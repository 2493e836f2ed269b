import { describe, expect, it } from "vitest";
import type { LogColumns } from "@/lib/analysis/log-columns";
import { columnMappingSchema, sniffLog, type ColumnMapping } from "@/lib/analysis/log-import";
import type { CsvFormat } from "@/tests/support/synthetic-log";
import { encode, expectParsed, formatCsv, makeLog, mapFormat, maxDifference, parseText } from "./log-fixtures";

interface Case {
  name: string;
  format: Partial<CsvFormat>;
  /** Lines written before the header, as some cyclers do. */
  metadata?: string[];
  byteOrderMark?: boolean;
  /** Largest error the printed decimals allow, per column, in SI units. */
  timeS: number;
  voltageV: number;
  currentA: number;
}

const start = Date.UTC(2026, 2, 1, 8, 0, 0);

const cases: Case[] = [
  { name: "seconds, V, A, commas", format: {}, timeS: 5e-4, voltageV: 5e-5, currentA: 5e-6 },
  {
    name: "minutes, mV, mA, discharge positive, semicolons, decimal comma, CRLF",
    format: { time: { unit: "min" }, voltageUnit: "mV", currentUnit: "mA", dischargeCurrent: "positive", delimiter: ";", decimalSeparator: ",", lineEnding: "\r\n" },
    timeS: 3e-4,
    voltageV: 5e-5,
    currentA: 5e-6,
  },
  {
    name: "hours, tabs, byte order mark, metadata lines before the header",
    format: { time: { unit: "h" }, delimiter: "\t" },
    metadata: ["Exported by an invented cycler", "Channel\t7", ""],
    byteOrderMark: true,
    timeS: 1.8e-4,
    voltageV: 5e-5,
    currentA: 5e-6,
  },
  {
    name: "ISO 8601 timestamps without step and temperature",
    format: { time: { unit: "iso", startEpochMs: start }, columns: ["time", "voltage", "current"] },
    timeS: 5e-4,
    voltageV: 5e-5,
    currentA: 5e-6,
  },
  {
    name: "ISO 8601 timestamps with semicolons, decimal comma, mA discharge positive",
    format: { time: { unit: "iso", startEpochMs: start }, delimiter: ";", decimalSeparator: ",", currentUnit: "mA", dischargeCurrent: "positive" },
    timeS: 5e-4,
    voltageV: 5e-5,
    currentA: 5e-6,
  },
];

const log = makeLog();

function writeCase(c: Case): string {
  const lineEnding = c.format.lineEnding ?? "\n";
  const preamble = (c.metadata ?? []).map((line) => line + lineEnding).join("");
  return (c.byteOrderMark ? "\uFEFF" : "") + preamble + formatCsv(log, c.format);
}

function mappingFor(c: Case): ColumnMapping {
  return mapFormat(c.format, { headerLine: (c.metadata?.length ?? 0) + 1 });
}

function expectSameLog(parsed: LogColumns, c: Case): void {
  expect(parsed.length).toBe(log.length);
  expect(maxDifference(parsed.timeS, log.timeS)).toBeLessThanOrEqual(c.timeS + 1e-9);
  expect(maxDifference(parsed.voltageV, log.voltageV)).toBeLessThanOrEqual(c.voltageV + 1e-12);
  expect(maxDifference(parsed.currentA, log.currentA)).toBeLessThanOrEqual(c.currentA + 1e-12);
  const columns = c.format.columns ?? ["time", "cyclerStep", "voltage", "current", "temperature"];
  if (columns.includes("temperature")) expect(maxDifference(parsed.temperatureC as Float64Array, log.temperatureC as Float64Array)).toBeLessThanOrEqual(5e-3 + 1e-12);
  else expect(parsed.temperatureC).toBeUndefined();
  if (columns.includes("cyclerStep")) expect(Array.from(parsed.cyclerStep as Float64Array)).toEqual(Array.from(log.cyclerStep as Float64Array));
  else expect(parsed.cyclerStep).toBeUndefined();
}

describe("parseLog reads back what writeLogCsv wrote", () => {
  it("uses a log with charge (positive current), rest and discharge (negative current)", () => {
    expect(log.length).toBeGreaterThan(1000);
    expect(log.currentA.some((i) => i > 1)).toBe(true);
    expect(log.currentA.some((i) => i < -0.5)).toBe(true);
  });

  for (const c of cases) {
    it(`${c.name}: same columns in SI within print rounding`, () => {
      const text = writeCase(c);
      const parsed = expectParsed(parseText(text, mappingFor(c)));
      expectSameLog(parsed.columns, c);
      expect(parsed.bytes).toBe(encode(text).length);
      expect(parsed.rows).toBe(log.length);
      expect(parsed.warnings).toEqual([]);
      expect(parsed.firstTime).toMatch(c.format.time?.unit === "iso" ? /^2026-03-01T08:00:00\.000Z$/ : /^0[.,]0+$/);
    });

    it(`${c.name}: sniffing the first 64 KiB proposes the mapping that reads it`, () => {
      const bytes = encode(writeCase(c));
      const sniffed = sniffLog(bytes.subarray(0, 64 * 1024));
      if (!sniffed.ok) throw new Error(sniffed.error.message);
      const expected = mappingFor(c);
      expect(sniffed.value.hasByteOrderMark).toBe(Boolean(c.byteOrderMark));
      expect(sniffed.value.lineEnding).toBe(c.format.lineEnding ?? "\n");
      expect(sniffed.value.metadataLines).toEqual(c.metadata ?? []);
      const proposed = columnMappingSchema.parse(sniffed.value.proposal.draft);
      // The sign of discharge current cannot be told from the file; the operator confirms it.
      expect(proposed).toEqual({ ...expected, current: { ...expected.current, dischargeSign: "negative" } });
    });
  }

  it("reads a CRLF file with blank lines in it, and warns about them", () => {
    const text = formatCsv(log, { lineEnding: "\r\n" }).replace(/\r\n/, "\r\n\r\n").replace(/\r\n$/, "\r\n\r\n\r\n");
    const parsed = expectParsed(parseText(text));
    expectSameLog(parsed.columns, cases[0] as Case);
    expect(parsed.warnings).toEqual([{ code: "blank-lines-skipped", line: 2, message: "3 blank lines (the first on line 2) were skipped." }]);
  });

  it("reads quoted cells, and a units row between header and data", () => {
    const plain = formatCsv(log, { delimiter: ";", decimalSeparator: "," });
    const [first, ...rest] = plain.split("\n");
    const quoted = [first, "s;;V;A;°C", ...rest.map((line) => (line === "" ? line : line.split(";").map((cell) => `"${cell}"`).join(";")))].join("\n");
    const mapping = { ...mapFormat({ delimiter: ";", decimalSeparator: "," }), dataStartLine: 3 };
    const parsed = expectParsed(parseText(quoted, mapping));
    expectSameLog(parsed.columns, cases[0] as Case);
    expect(parsed.warnings).toEqual([{ code: "lines-before-data-skipped", line: 2, message: "Line 2, between the header and the data, was skipped." }]);
  });

  it("keeps the cycler's capacity column in Ah for cross-checking", () => {
    const text = "Time (s);Voltage (V);Current (A);Capacity (mAh)\n0;3,70;-1,5;0,0\n10;3,69;-1,5;4,2\n";
    const mapping: ColumnMapping = { ...mapFormat({ columns: ["time", "voltage", "current"], delimiter: ";", decimalSeparator: "," }), capacity: { column: "Capacity (mAh)", unit: "mAh" } };
    const parsed = expectParsed(parseText(text, mapping));
    expect(Array.from(parsed.capacityAh as Float64Array)).toEqual([0, 0.0042]);
    expect(Array.from(parsed.columns.currentA)).toEqual([-1.5, -1.5]);
  });

  it("counts time from the first sample, and reads timestamps with offsets as instants", () => {
    const elapsed = expectParsed(parseText("Time (min),Voltage (V),Current (A)\n90,3.7,1\n90.5,3.7,1\n", mapFormat({ time: { unit: "min" }, columns: ["time", "voltage", "current"] })));
    expect(Array.from(elapsed.columns.timeS)).toEqual([0, 30]);
    expect(elapsed.firstTime).toBe("90");
    const stamped = expectParsed(
      parseText(
        "Timestamp,Voltage (V),Current (A)\n2026-03-29T01:59:30+01:00,3.7,1\n2026-03-29T03:00:00+02:00,3.7,1\n2026-03-29 01:00:31Z,3.7,1\n",
        mapFormat({ time: { unit: "iso", startEpochMs: 0 }, columns: ["time", "voltage", "current"] }),
      ),
    );
    expect(Array.from(stamped.columns.timeS)).toEqual([0, 30, 61]);
  });
});
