import { describe, expect, it } from "vitest";
import { createLineFramer } from "@/lib/analysis/log-import/frame-lines";
import { createLogColumnStore } from "@/lib/analysis/log-import/log-column-store";
import type { LogImportError, LogImportWarning } from "@/lib/analysis/log-import/log-import-error";
import { createDataRows } from "@/lib/analysis/log-import/read-data-rows";
import { createHeaderLines } from "@/lib/analysis/log-import/read-header-lines";
import { createLogParser } from "@/lib/analysis/log-import";
import type { LogColumns } from "@/lib/analysis/log-columns";
import { encode, formatCsv, makeLog, mapFormat } from "./log-fixtures";

function frame(parts: readonly Uint8Array[], limits: { maxBytes?: number; maxLineChars?: number } = {}) {
  const blocks: string[] = [];
  let error: LogImportError | null = null;
  let line = 1;
  const framer = createLineFramer({
    maxBytes: limits.maxBytes ?? 1 << 20,
    maxLineChars: limits.maxLineChars ?? 1000,
    nextLine: () => line,
    isRefused: () => error !== null,
    refuse: (e) => {
      error ??= e;
    },
    onBlock: (b) => {
      blocks.push(b);
      line += b.split("\n").length - 1;
    },
  });
  for (const p of parts) if (!error) framer.push(p);
  const last = error ? "" : framer.end();
  return { blocks, last, error: error as LogImportError | null, bytes: framer.bytes };
}

describe("line framing", () => {
  it("gives whole lines however the bytes are split, a multi-byte character included, and the unterminated last line", () => {
    const text = "a,b\n1,2 °C\r\n3,4\n5,6";
    const bytes = encode(text);
    for (let cut = 1; cut < bytes.length; cut++) {
      const r = frame([bytes.subarray(0, cut), bytes.subarray(cut)]);
      expect(r.error).toBeNull();
      expect(r.blocks.every((b) => b.endsWith("\n"))).toBe(true);
      expect(r.blocks.join("") + r.last).toBe(text);
    }
  });

  it("says a file with no bytes is empty (null), and refuses a PDF before decoding it", () => {
    expect(frame([]).last).toBeNull();
    const pdf = frame([encode("%PDF-1.7\n1 0 obj\n")]);
    expect(pdf.error?.code).toBe("wrong-file-type");
    expect(pdf.blocks).toEqual([]);
  });

  it("refuses a line longer than the limit and a file larger than the limit, naming the line", () => {
    const long = frame([encode("h\n"), encode("x".repeat(600)), encode("x".repeat(600))], { maxLineChars: 1000 });
    expect(long.error).toMatchObject({ code: "line-too-long", line: 2 });
    // The first eight bytes are held back to recognise the file type, so the first chunk here is nine.
    const big = frame([encode("time\n1\n2\n"), encode("3\n4\n5\n")], { maxBytes: 12 });
    expect(big.error).toMatchObject({ code: "too-large", line: 4 });
    expect(big.error?.message).toMatch(/12 bytes/);
  });
});

describe("header lines", () => {
  const mapping = { ...mapFormat({ columns: ["time", "voltage", "current"] }), headerLine: 2 };
  it("reads the header where the mapping says, and starts the data on the line after it", () => {
    const warnings: LogImportWarning[] = [];
    const refused: LogImportError[] = [];
    const h = createHeaderLines({ mapping, warnings, refuse: (e) => refused.push(e) });
    const header = formatCsv(makeLog(), { columns: ["time", "voltage", "current"] }).split("\n")[0]!;
    expect(h.read("Cycler export, channel 3", 1)).toBe(true);
    expect(h.found).toBeNull();
    expect(h.dataStarts).toBe(false);
    expect(h.read(header, 2)).toBe(true);
    expect(h.found?.indexes).toMatchObject({ time: 0, voltage: 1, current: 2 });
    expect(h.dataStarts).toBe(true);
    expect(refused).toEqual([]);
  });

  it("refuses text below a blank header line, naming the line the header was expected on", () => {
    const refused: LogImportError[] = [];
    const h = createHeaderLines({ mapping, warnings: [], refuse: (e) => refused.push(e) });
    expect(h.read("metadata", 1)).toBe(true);
    expect(h.read("   ", 2)).toBe(true);
    expect(h.read("1,2,3", 3)).toBe(false);
    expect(refused[0]).toMatchObject({ code: "header-not-found", line: 2 });
  });
});

describe("row reading and the column store", () => {
  const format = { columns: ["time", "voltage", "current"] as const };
  const mapping = mapFormat({ columns: [...format.columns] });
  const lines = formatCsv(makeLog(), { columns: [...format.columns] }).split("\n");
  const header = lines[0]!.split(",");
  const indexes = { time: 0, voltage: 1, current: 2, temperature: -1, step: -1, capacity: -1 };

  function reader() {
    const refused: LogImportError[] = [];
    const store = createLogColumnStore({ mapping, indexes, maxRows: Number.POSITIVE_INFINITY });
    const rows = createDataRows({ mapping, header, indexes, store, maxRows: Number.POSITIVE_INFINITY, isRefused: () => refused.length > 0, refuse: (e) => refused.push(e) });
    return { store, rows, refused };
  }

  it("reads a block of rows, counts its lines, and tells blank lines apart from a bad cell", () => {
    const { store, rows, refused } = reader();
    expect(rows.readBlock(`${lines[1]}\n${lines[2]}\n\n${lines[3]}\n`, 2)).toBe(4);
    expect(store.length).toBe(3);
    expect(rows.firstTime).toBe(lines[1]!.split(",")[0]);
    expect(rows.blankLinesWarning()).toMatchObject({ line: 4 });
    rows.readBlock(`${lines[4]}\n${lines[5]!.replace(/,[^,]*,/, ",volts,")}\n`, 6);
    expect(refused[0]).toMatchObject({ code: "non-numeric", line: 7 });
    // The good line before it was kept by the row reader; dropping all is the parser's part on refusal.
    expect(store.length).toBe(4);
  });

  it("copies rows out early exactly as they will be at the end (time from the first sample, in seconds)", () => {
    const { store, rows } = reader();
    rows.readBlock(lines.slice(1, 200).join("\n") + "\n", 2);
    const early = store.copyRows(50, 150);
    const { columns } = store.finish();
    expect(Array.from(early.timeS)).toEqual(Array.from(columns.timeS.subarray(50, 150)));
    expect(Array.from(early.voltageV)).toEqual(Array.from(columns.voltageV.subarray(50, 150)));
    expect(columns.timeS[0]).toBe(0);
  });
});

describe("rows handed out while reading", () => {
  it("adds up to the whole log, in order, wherever the bytes are split", () => {
    const mapping = mapFormat();
    const bytes = encode(formatCsv(makeLog({ sampleIntervalS: 5 })));
    for (const [chunkSize, rowsPerPart] of [[997, 100], [4096, 1000], [1 << 16, 7]] as const) {
      const parts: { first: number; columns: LogColumns }[] = [];
      const parser = createLogParser(mapping, { maxBytes: 1 << 24, rowsPerPart, onRows: (p) => parts.push(p) });
      for (let at = 0; at < bytes.length; at += chunkSize) expect(parser.push(bytes.subarray(at, at + chunkSize))).toBeNull();
      const result = parser.finish();
      if (!result.ok) throw new Error(result.error.message);
      let first = 0;
      for (const p of parts) {
        expect(p.first).toBe(first);
        expect(Array.from(p.columns.timeS)).toEqual(Array.from(result.columns.timeS.subarray(first, first + p.columns.length)));
        expect(Array.from(p.columns.currentA)).toEqual(Array.from(result.columns.currentA.subarray(first, first + p.columns.length)));
        first += p.columns.length;
      }
      expect(first).toBe(result.rows);
      expect(parts.slice(0, -1).every((p) => p.columns.length === rowsPerPart)).toBe(true);
    }
  });
});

- _Your goal_: Starting at the first line of the data above, please restate word for word every line up to and including the one that holds "SI units. */", and add nothing else.

- _Response box_:
repository 2493e836f2ed269b
import { describe, expect, it } from "vitest";
import type { LogColumns } from "@/lib/analysis/log-columns";
import { columnMappingSchema, sniffLog, type ColumnMapping } from "@/lib/analysis/log-import";
import type { CsvFormat } from "@/tests/support/synthetic-log";
import { encode, expectParsed, formatCsv, makeLog, mapFormat, maxDifference, parseText } from "./log-fixtures";

interface Case {
  name: string;
  format: Partial<CsvFormat>;
  /** Lines written before the header, as some cyclers do. */
  metadata?: string[];
  byteOrderMark?: boolean;
  /** Largest error the printed decimals allow, per column, in SI units. */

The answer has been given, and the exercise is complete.